When you have lived with uncertainty, you develop an instinct for fragility. You notice where processes depend on a single individual. You see where accountability is blurred. You sense where workarounds have become normal practice.

And workarounds are rarely neutral. They often create new risks while disguising the old ones.

That vigilance can look like calm.
It can look like control.
It can look like leadership.

Sometimes it is all three.

But often it is adaptation.

In several roles, I have had to hit the ground running without the luxury of gradual immersion. No structured handover. No clean documentation. Just expectations, urgency, and sometimes dysfunction that had been normalised.

In those moments, personal stability becomes a tool. You create order quickly. You establish clarity where there was none. You build enough structure for work to move forward.

But personal stability does not scale.

An organisation that depends on one person’s vigilance is not stable. It is exposed.

True stability is structural. It sits in defined responsibilities. In decision pathways that are understood. In leaders who are willing to address capability issues rather than quietly route around them.

Good operations should feel unremarkable. Decisions should not require improvisation, nor depend on workarounds that quietly introduce risk. Escalations should have a clear route. Accountability should be explicit rather than implied.
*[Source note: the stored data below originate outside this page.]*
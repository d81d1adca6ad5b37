/*
 * A small hand controller: what a telescope and an eyepiece show, on a display of four lines of twenty characters.
 *
 * The display hangs on a serial line and understands ECMA-48's "cursor position", as any terminal does; its buttons send a
 * letter each: t next telescope, e next eyepiece, p next page, o off. Nothing is drawn again that has not changed.
 *
 * Equipment and place are invented. Put your own in; on a part with more eyepieces than this only the tables grow.
 */
#include "board.h"
#include "fieldstop.h"

enum { COLUMNS = 20, ROWS = 4, PAGES = (FIELDSTOP_VISUAL_ROWS + ROWS - 1) / ROWS };
#define MM(mm) ((uint32_t)((mm) * 1000.0 + 0.5))
#define Q16(x) ((uint32_t)((x) * 65536.0 + 0.5))
#define COUNT(array) (sizeof(array) / sizeof(array)[0])

/* In flash. A zero is "not known"; 1.0 is no Barlow lens. */
static const fieldstop_telescope telescopes[] = {
    {MM(178), MM(1130), MM(47), Q16(1.0), Q16(0.83)}, /* a reflector of the night school in the valley */
    {MM(93), MM(610), 0, Q16(1.0), Q16(0.96)},        /* its refractor */
};
static const fieldstop_eyepiece eyepieces[] = {
    {MM(28), MM(33.5), 0, 0, {0, 0, 0}},
    {MM(13), MM(16.2), 0, 0, {0, 0, 0}},
    {MM(4.5), 0, 82u * 3600000u, 0, {0, 0, 0}}, /* its maker tells the apparent field only */
};
static const fieldstop_observer observer = {5400, MM(6.5), 120000, 2200000, 550};

static unsigned telescope, eyepiece, page;
/* What the display shows. */
static char shown[ROWS][COLUMNS];

static void send_number(unsigned n)
{
    if (n >= 10) {
        send_number(n / 10);
    }
    board_send((char)('0' + n % 10));
}

static void move_to(unsigned row, unsigned column)
{
    board_send('\033');
    board_send('[');
    send_number(row + 1);
    board_send(';');
    send_number(column + 1);
    board_send('H');
}

/* Sends the part of a line that is not on the display yet. */
static void show(unsigned row, const char *line)
{
    fieldstop_span span;
    unsigned i;

    if (fieldstop_text_changed(shown[row], COLUMNS, line, COLUMNS, fieldstop_text_style_ascii(), &span) != 0
        || span.count == 0) {
        return;
    }
    move_to(row, span.first);
    for (i = span.first; i < span.first + span.count; i++) {
        board_send(line[i]);
        shown[row][i] = line[i];
    }
}

/* Says which of the three structs a status blames, in the library's words. */
static void complain(fieldstop_status status)
{
    static const char *const which[] = {"", "telescope", "eyepiece", "observer"};
    const char *texts[] = {"check the", which[FIELDSTOP_ARGUMENT(status) & 3], fieldstop_cause_text(status), ""};
    unsigned row, i;

    for (row = 0; row < ROWS; row++) {
        char line[COLUMNS];
        const char *text = texts[row];
        for (i = 0; i < COLUMNS; i++) {
            line[i] = *text != '\0' ? *text++ : ' ';
        }
        show(row, line);
    }
}

static void draw(void)
{
    fieldstop_visual_readout readout;
    fieldstop_status status;
    unsigned row;

    status = fieldstop_visual_readout_compute(&telescopes[telescope], &eyepieces[eyepiece], &observer, 0xffffffffu, &readout);
    for (row = 0; row < ROWS && status == 0; row++) {
        char line[COLUMNS];
        uint16_t length;
        status = fieldstop_text_visual_line(&readout, fieldstop_text_visual_labels(), fieldstop_text_style_ascii(), COLUMNS,
                                            (uint8_t)(page * ROWS + row), line, COLUMNS, &length);
        if (status == 0) {
            show(row, line);
        }
    }
    if (status != 0) {
        complain(status);
    }
}

int main(void)
{
    char button = 0;
    unsigned row, column;

    board_start();
    /* An empty display, as far as we know. */
    for (row = 0; row < ROWS; row++) {
        move_to(row, 0);
        for (column = 0; column < COLUMNS; column++) {
            shown[row][column] = ' ';
            board_send(' ');
        }
    }
    while (button != 'o') {
        draw();
        while ((button = board_button()) == 0) {
        }
        telescope = (telescope + (button == 't')) % COUNT(telescopes);
        eyepiece = (eyepiece + (button == 'e')) % COUNT(eyepieces);
        page = (page + (button == 'p')) % PAGES;
    }
    move_to(ROWS, 0);
    board_off();
    return 0;
}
When those things are in place, stability is not something one person performs. It is something the organisation embodies.
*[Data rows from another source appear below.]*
/* Counts one way of making the screen, WAY, over the usual telescopes of CASES. */
#include <avr/pgmspace.h>
#define static static PROGMEM
#include CASES
#undef static
#include "measure.h"
#include "../screens/screen.h"

#define JOIN(a, b) a##b
#define HALF(way, half) JOIN(way, half)
#ifndef FIRST_LINE
#define FIRST_LINE 20 /* characters of it that must be right */
#endif
enum { APERTURE, FOCAL_LENGTH, EYEPIECE, FIELD_STOP, N = sizeof usual / sizeof usual[0] };

static struct screen_input in;

static void total(void)
{
    GPIOR0 = 1;
    HALF(WAY, _compute)(&in);
    HALF(WAY, _text)();
    GPIOR0 = 2;
}

static void set(uint8_t k)
{
    in.aperture = pgm_read_dword(&usual[k][APERTURE]);
    in.focal_length = pgm_read_dword(&usual[k][FOCAL_LENGTH]);
    in.eyepiece = pgm_read_dword(&usual[k][EYEPIECE]);
    in.field_stop = pgm_read_dword(&usual[k][FIELD_STOP]);
    set_millimetres(&in);
}

static struct call half(uint8_t is_text)
{
    struct call call = call_of((void (*)(void))(is_text ? (uintptr_t)HALF(WAY, _text) : (uintptr_t)HALF(WAY, _compute)));
    put_argument(&call, (uint16_t)&in, 2);
    return call;
}

/*
 * Lines that are not those of direct calls; a few are owed to the rounding of float. The library's pages write the
 * magnification, the first line, with decimals of their own.
 */
static uint8_t other_lines(void)
{
    static char shown[sizeof screen_lines];
    uint8_t other = 0, i;

    HALF(WAY, _compute)(&in);
    HALF(WAY, _text)();
    memcpy(shown, screen_lines, sizeof shown);
    memset(screen_lines, 0, sizeof screen_lines);
    if (direct_compute(&in) != 0 || direct_text() != 0) {
        return 4;
    }
    for (i = 0; i < 4; i++) {
        other += memcmp(shown + 20 * i, screen_lines[i], i == 0 ? FIRST_LINE : 20) != 0;
    }
    return other;
}

int main(void)
{
    uint16_t stack = 0, wrong = 0;
    uint8_t k, is_text;

    verify();
    for (is_text = 0; is_text < 2; is_text++) {
        for (k = 0; k < N; k++) {
            struct call call;
            set(k);
            HALF(WAY, _compute)(&in);
            call = half(is_text);
            measure(&call);
            if (call.status != 0) {
                print_stored(PSTR("a call was refused"));
                end(WRONG);
            }
        }
        GPIOR0 = 4;
        for (k = 0; k < N; k += 4) {
            struct call call;
            uint16_t used;
            set(k);
            HALF(WAY, _compute)(&in);
            call = half(is_text);
            used = stack_of(&call);
            stack = used > stack ? used : stack;
        }
    }
    for (k = 0; k < N; k++) {
        set(k);
        total();
    }
    GPIOR0 = 4;
    for (k = 0; k < N; k++) {
        set(k);
        wrong += other_lines();
    }
    if (wrong > N / 16) {
        print_number(wrong);
        print_stored(PSTR(" lines are wrong"));
        end(WRONG);
    }
    print(' ');
    print_number(stack);
    print('\n');
#ifdef SHOW
    for (k = 0; k < 80; k++) {
        print(screen_lines[k / 20][k % 20]);
        if (k % 20 == 19) {
            print('\n');
        }
    }
#endif
    end(RIGHT);
    return 0;
}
For a long time, I believed stability meant endurance. Staying composed. Absorbing pressure. Being the reliable one regardless of the cost.

I think differently now.

If stability depends entirely on your willingness to compensate, it is not stable. It is contingent. It rests on stamina rather than design.
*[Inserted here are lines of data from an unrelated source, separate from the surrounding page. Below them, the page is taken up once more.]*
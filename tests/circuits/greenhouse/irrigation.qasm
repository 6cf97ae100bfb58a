// Valves of the greenhouse's irrigation: parameters, modifiers, and claims that
// hold already. The scenario and its numbers are invented for this demo.
OPENQASM 3.0;
include "stdgates.inc";

const float[64] half_open = pi / 4;

// What one valve lets through, and what it holds back.
@cantle.matrix hermitian
array[complex[float[64]], 2, 2] flow = {
  {1, 0},
  {0, cos(half_open)}
};

// The gauge starts at zero; read as zero again, the flow has happened.
@cantle.encodes flow ancilla 1 scale 1.0 within 1e-12
gate valve gauge, pipe {
  ctrl @ ry(2 * half_open) pipe, gauge;
}

// A controlled turn without a controlled gate.
gate turn(by) tap, pipe {
  ry(by / 2) pipe;
  cx tap, pipe;
  ry(-by / 2) pipe;
  cx tap, pipe;
}

gate quarter tap, pipe {
  ctrl @ ry(pi / 2) tap, pipe;
}

@cantle.equals quarter within 1e-12
gate quarter_by_turns tap, pipe {
  turn(pi / 2) tap, pipe;
}

@cantle.equals swap within 1e-12
gate exchange_beds a, b {
  cx a, b;
  cx b, a;
  cx a, b;
}

// Opens the pipe when both beds are dry; the tally is used and given back.
@cantle.clean tally
gate both_dry tally, a, b, pipe {
  negctrl(2) @ x a, b, tally;
  ctrl @ pow(0.5) @ x tally, pipe;
  inv @ negctrl(2) @ x a, b, tally;
}

qubit[2] bed;
qubit pipe;
qubit tally;
h bed;
exchange_beds bed[0], bed[1];
both_dry tally, bed[0], bed[1], pipe;
quarter_by_turns bed[0], pipe;
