// Four lamps above the bench, each of which leans on its neighbours: an open
// chain of four spins with couplings 1.0 (XX), 0.7 (YY) and 0.4 (ZZ). The
// scenario is invented for this demo; the matrix is the sum over the three
// neighbouring pairs, first operand most significant.
OPENQASM 3.0;
include "stdgates.inc";

@cantle.matrix hermitian
array[complex[float[64]], 16, 16] lamps = {
  {1.2,   0,    0, 0.3,    0,    0,  0.3,   0,   0,    0,    0,    0, 0.3,    0,   0,   0},
  {  0, 0.4,  1.7,   0,    0,    0,    0, 0.3,   0,    0,    0,    0,   0,  0.3,   0,   0},
  {  0, 1.7, -0.4,   0,  1.7,    0,    0,   0,   0,    0,    0,    0,   0,    0, 0.3,   0},
  {0.3,   0,    0, 0.4,    0,  1.7,    0,   0,   0,    0,    0,    0,   0,    0,   0, 0.3},
  {  0,   0,  1.7,   0, -0.4,    0,    0, 0.3, 1.7,    0,    0,    0,   0,    0,   0,   0},
  {  0,   0,    0, 1.7,    0, -1.2,  1.7,   0,   0,  1.7,    0,    0,   0,    0,   0,   0},
  {0.3,   0,    0,   0,    0,  1.7, -0.4,   0,   0,    0,  1.7,    0,   0,    0,   0,   0},
  {  0, 0.3,    0,   0,  0.3,    0,    0, 0.4,   0,    0,    0,  1.7,   0,    0,   0,   0},
  {  0,   0,    0,   0,  1.7,    0,    0,   0, 0.4,    0,    0,  0.3,   0,    0, 0.3,   0},
  {  0,   0,    0,   0,    0,  1.7,    0,   0,   0, -0.4,  1.7,    0,   0,    0,   0, 0.3},
  {  0,   0,    0,   0,    0,    0,  1.7,   0,   0,  1.7, -1.2,    0, 1.7,    0,   0,   0},
  {  0,   0,    0,   0,    0,    0,    0, 1.7, 0.3,    0,    0, -0.4,   0,  1.7,   0,   0},
  {0.3,   0,    0,   0,    0,    0,    0,   0,   0,    0,  1.7,    0, 0.4,    0,   0, 0.3},
  {  0, 0.3,    0,   0,    0,    0,    0,   0,   0,    0,    0,  1.7,   0, -0.4, 1.7,   0},
  {  0,   0,  0.3,   0,    0,    0,    0,   0, 0.3,    0,    0,    0,   0,  1.7, 0.4,   0},
  {  0,   0,    0, 0.3,    0,    0,    0,   0,   0,  0.3,    0,    0, 0.3,    0,   0, 1.2}
};

@cantle.dense lamps within 1e-8
gate couple l0, l1, l2, l3 {}

qubit[4] lamp;
x lamp[0];
couple lamp[0], lamp[1], lamp[2], lamp[3];
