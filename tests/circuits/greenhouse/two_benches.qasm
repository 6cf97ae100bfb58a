// Two benches of four seed trays that also warm each other across the aisle.
// The scenario and its numbers are invented for this demo.
//
// `aisle` acts on one qubit that names the bench and two that name the tray: a
// chain along each bench, and an exchange at rate 0.5 between trays that face
// each other. Its stand-in `exchange` is called by a gate that two further
// calls use, so whoever replaces it has to pass the new ancillas through.
OPENQASM 3.0;
include "stdgates.inc";

@cantle.matrix hermitian
array[complex[float[64]], 8, 8] aisle = {
  { 2.5,   -1,    0,    0, -0.5,    0,    0,    0},
  {  -1,  2.5,   -1,    0,    0, -0.5,    0,    0},
  {   0,   -1,  2.5,   -1,    0,    0, -0.5,    0},
  {   0,    0,   -1,  2.5,    0,    0,    0, -0.5},
  {-0.5,    0,    0,    0,  2.5,   -1,    0,    0},
  {   0, -0.5,    0,    0,   -1,  2.5,   -1,    0},
  {   0,    0, -0.5,    0,    0,   -1,  2.5,   -1},
  {   0,    0,    0, -0.5,    0,    0,   -1,  2.5}
};

@cantle.dense aisle within 1e-8
gate exchange side, t1, t0 {}

// One hour: the vents turn the trays' basis, heat moves, the vents turn back.
gate hour(opening) side, t1, t0 {
  ry(opening) t0;
  exchange side, t1, t0;
  ry(-opening) t0;
}

gate morning side, t1, t0 {
  hour(pi / 8) side, t1, t0;
  x side;
}

qubit bench;
qubit[2] tray;
h tray;
morning bench, tray[0], tray[1];
hour(0.25) bench, tray[0], tray[1];
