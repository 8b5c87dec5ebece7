import type { TargetKind } from '@foreveil/shared';
import { notFound } from '../../common/errors/domain-error.js';
import type { Scope } from '../../common/scope.js';
import type { Trx } from '../../database/transaction.js';
import { findTargetIdByName, insertTarget, targetExists } from './targets.repository.js';

/** Where a spectrum goes: to a target that exists, or to the one of this name, which is made when there is none. */
export type Destination =
  | { readonly targetId: string }
  | {
      readonly targetName: string;
      readonly kind: TargetKind;
      readonly raDeg: number | null;
      readonly decDeg: number | null;
      readonly notes?: string;
      readonly simulated?: boolean;
    };

/** @returns the id of the target. @throws not_found when the programme has no target of this id */
export async function settleTarget(trx: Trx, scope: Scope, destination: Destination, userId: string): Promise<string> {
  if ('targetId' in destination) {
    if (!(await targetExists(trx, scope, destination.targetId))) throw notFound();
    return destination.targetId;
  }
  const { targetName: name, ...facts } = destination;
  return (await findTargetIdByName(trx, scope, name)) ?? (await insertTarget(trx, scope, { ...facts, name, userId }));
}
Real stability, in work and in life, is intentional. It is built through clarity, boundaries and systems that do not rely on one person quietly fixing what others will not confront.

These days, I am less interested in being seen as the stable one. I am more interested in designing environments where stability does not depend on heroics. Where risks are acknowledged early. Where transitions are managed properly. Where the next person does not have to start from zero.

Stability is not something you arrive at. It is something you construct, test and protect.

Not so that one person can hold everything together.

But so that no one has to.

Written by Steve Wyatt.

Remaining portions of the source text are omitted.